I try this with two version of CL - latest 19.00.24210.0 and with 14.00.50727.762 (more than 10 years old - December 2006) I got absolute equal code from both in all tests. compile with flags cl /c /FA /O1 - so /O1 optimization (same results with /Oxs )

with MAGIC 1 (NewValue == Value)

TryLock PROC
    mov eax, [pLock]
    jmp @@
@@loop:
    lea edx, [rax+1]
    lock cmpxchg [pLock], edx
    je  @@exit
@@:
    test    eax, eax
    jne @@loop
    ret
@@exit:
    mov al, 1
    ret
TryLock ENDP

but with MAGIC 0 (Value == NewValue)

TryLock PROC
    mov r8d, [pLock]
    test    r8d, r8d
    je  @@0
@@loop:
    lea edx, [r8+1]
    mov eax, r8d
    lock cmpxchg [pLock], edx
    cmp r8d, eax        ; !!!!!!!!
    je  @@exit
    test    eax, eax
    mov r8d, eax
    jne @@loop
@@0:
    xor al, al
    ret
@@exit:
    mov al, 1
    ret
TryLock ENDP

code become large, but main notable difference in instruction

cmp Value, NewValue

after lock cmpxchg in second variant. really lock cmpxchg [p], NewValue yourself set or reset ZF flag and additional cmp Value, NewValue become excess. we can omit it if we write in assembly, but on c/c++ we have no way use ZF for condition branch. no statements like ifzf { /* if ZF == 1 */ } else { /* if ZF == 0 */ } as result we need write if (NewValue == Value) {} else {} and as result must be cmp NewValue, Value in generated assembly. but how i discovered for CL x64 (but not for x86 !) already 10+ years (think all versions) do next

this code

NewValue = _InterlockedCompareExchange(p, fn(OldValue), OldValue);
if (OldValue == NewValue) ...

converted to

mov eax, OldValue
lock cmpxchg [p], fn(OldValue)
mov NewValue, eax
cmp OldValue, eax ; !!!!
jne @@
....

but this code

NewValue = _InterlockedCompareExchange(p, fn(OldValue), OldValue);
if (NewValue == OldValue) ...

converted to

mov eax, OldValue
lock cmpxchg [p], fn(OldValue)
mov NewValue, eax
jne @@
...

so CL understand cmpxchg semantic and can do optimization, but only in some case.

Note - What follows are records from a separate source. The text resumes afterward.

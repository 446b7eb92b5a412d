// Which statistic, and the settings that only some statistics read; an option without effect is refused, not ignored.
import { fractionRational, rationalText, type Rational } from '../numeric/rational.js';
import { usageProblem } from '../problem/problem.js';
import { standardLambda } from '../statistic/power-divergence.js';
import { statisticNamed, statisticNames, statistics } from '../statistic/registry.js';
import { ownStatistic, type OwnStatistic } from '../statistic/own.js';
import type { Choices, Statistic, Taken } from '../statistic/contract.js';
import type { LiveTable } from '../table/live-table.js';
import type { Table } from '../table/table.js';
import type { Plan, PlanOptions } from './plan.js';
import { scoresOf } from './scores.js';
import { unused } from './settings.js';

/** A built-in one by name, or the user's own. @throws Problem (usage). */
export function chooseStatistic(wish: string | OwnStatistic | undefined): Statistic {
  if (wish === undefined || typeof wish === 'string') return statisticNamed(wish ?? 'pearson');
  return ownStatistic(wish, statisticNames);
}

const readBy = {
  groups: 'roles',
  event: 'roles',
  reference: 'roles',
  rowScores: 'scores',
  columnScores: 'scores',
  lambda: 'lambda',
} as const satisfies Partial<Record<keyof PlanOptions, Taken>>;

const reasons: Readonly<Record<Taken, string>> = {
  roles: 'which treats all rows and all columns alike',
  scores: 'which knows no order of rows and columns',
  lambda: 'which has no exponent to choose',
};

/** @throws Problem (usage) `option-without-effect`. */
export function refuseUnread(statistic: Statistic, options: PlanOptions): void {
  for (const [name, kind] of Object.entries(readBy) as [keyof typeof readBy, Taken][]) {
    if (options[name] === undefined || statistic.takes?.includes(kind)) continue;
    const readers = statistics.filter(({ takes }) => takes?.includes(kind)).map((one) => one.name);
    const option = `--${name.replace(/[A-Z]/g, (letter) => `-${letter.toLowerCase()}`)}`;
    throw unused(option, `with ${statistic.name}, ${reasons[kind]}`, `leave it out, or use ${readers.join(' or ')}`);
  }
}

/** The settings in exact form, and as the plan echoes them. */
export function choicesOf(
  table: Table,
  live: LiveTable,
  statistic: Statistic,
  options: PlanOptions,
): { choices: Choices; echo: Partial<Plan> } {
  if (statistic.own) {
    const { statisticDigest } = options;
    return { choices: {}, echo: statisticDigest === undefined ? {} : { statisticDigest } };
  }
  if (statistic.takes?.includes('lambda')) {
    const lambda = lambdaOf(options.lambda);
    return { choices: { lambda }, echo: { lambda: rationalText(lambda) } };
  }
  if (!statistic.takes?.includes('scores')) return { choices: {}, echo: {} };
  const rows = scoresOf(options.rowScores, table.rowTotals, live.rowIndex, '--row-scores');
  const columns = scoresOf(options.columnScores, table.columnTotals, live.columnIndex, '--column-scores');
  return {
    choices: { rowScores: rows.exact, columnScores: columns.exact },
    echo: { rowScores: [...rows.asNumbers], columnScores: [...columns.asNumbers] },
  };
}

/** Denominators and sizes beyond these say nothing more about a table and would only make ties slow to decide. */
const largestLambda = 20n;
const largestDenominator = 1000n;

/** @throws Problem (usage) `not-a-lambda`, `lambda-out-of-range`. */
function lambdaOf(wish: string | number | undefined): Rational {
  if (wish === undefined) return standardLambda;
  const lambda = fractionRational(String(wish));
  if (lambda === undefined) {
    throw usageProblem({
      code: 'not-a-lambda',
      message: `"${wish}" is not a number`,
      place: '--lambda',
      hint: 'give a decimal or a fraction, such as --lambda 2/3',
    });
  }
  const { numerator, denominator } = lambda;
  if (numerator > -denominator && numerator <= largestLambda * denominator && denominator <= largestDenominator) {
    return lambda;
  }
  throw usageProblem({
    code: 'lambda-out-of-range',
    message: `${wish} is not above -1, at most ${largestLambda} and a multiple of 1/k with k at most ${largestDenominator}`,
    place: '--lambda',
    hint:
      numerator <= -denominator
        ? 'with -1 or less every table with an empty cell would be infinitely far out; use --lambda=-1/2 or more'
        : 'for example --lambda 2/3',
  });
}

i test this feature in several test functions and everywhere got the same result for both (very old and new CL )

extern "C" long _InterlockedCompareExchange(long volatile * _Destination, long _Exchange, long _Comparand);

typedef long (*FN)(long* pLock, long Value);

#define MAGIC 1

void TestZF1(long* pLock)
{
    long Value = *pLock, NewValue;

    do 
    {
        Value++;
        NewValue = _InterlockedCompareExchange(pLock, Value ^ 1, Value);
    } while (
#if MAGIC
        NewValue != Value
#else
        Value != NewValue
#endif
        );
}

long TestZF2(long* pLock, FN fn1, FN fn2)
{
    long Value = *pLock, NewValue;

    NewValue = _InterlockedCompareExchange(pLock, Value ^ 1, Value);

    return (
#if MAGIC
        NewValue == Value
#else
        Value == NewValue
#endif
        ? fn1 : fn2) (pLock, NewValue);
}

and generated assembly:

TestZF1 PROC
    mov r8d, DWORD PTR [rcx]
@@loop:
    add r8d, 1
    mov edx, r8d
    mov eax, r8d
    xor edx, 1
    lock cmpxchg [rcx], edx
IF !MAGIC
    cmp r8d,eax     ; ! in TestZF1 different exactly in this instruction
ENDIF
    jne @@loop
    ret 0
TestZF1 ENDP

IF MAGIC

TestZF2 PROC
    mov r9d, [rcx]
    mov eax, [rcx]
    xor r9d, 1
    lock cmpxchg [rcx], r9d
    cmove   r8, rdx
    mov edx, eax
    jmp r8
TestZF2 ENDP

ELSE

TestZF2 PROC
    mov r10d, [rcx]
    mov r9d, r10d
    xor r9d, 1
    mov eax, r10d
    lock cmpxchg [rcx], r9d
    cmp r10d, eax   ; !!!!!!!!
    cmove   r8, rdx     
    mov edx, eax
    jmp r8
TestZF2 ENDP

ENDIF

several questions:

why CL x64 optimize case if (NewValue == Value) but not optimize if (Value == NewValue) ?
this is consciously, specially designed, or it was suddenly and unknown ?
why CL x86 not do this optimization ? how minimum in all my tests cmp Value,NewValue instruction exist
are possible write code on c/c++ ,without assembler, for implement this on x86 with CL ?
interesting - are another c/c++ compilers have this kind of optimization for _InterlockedCompareExchange[Pointer] ?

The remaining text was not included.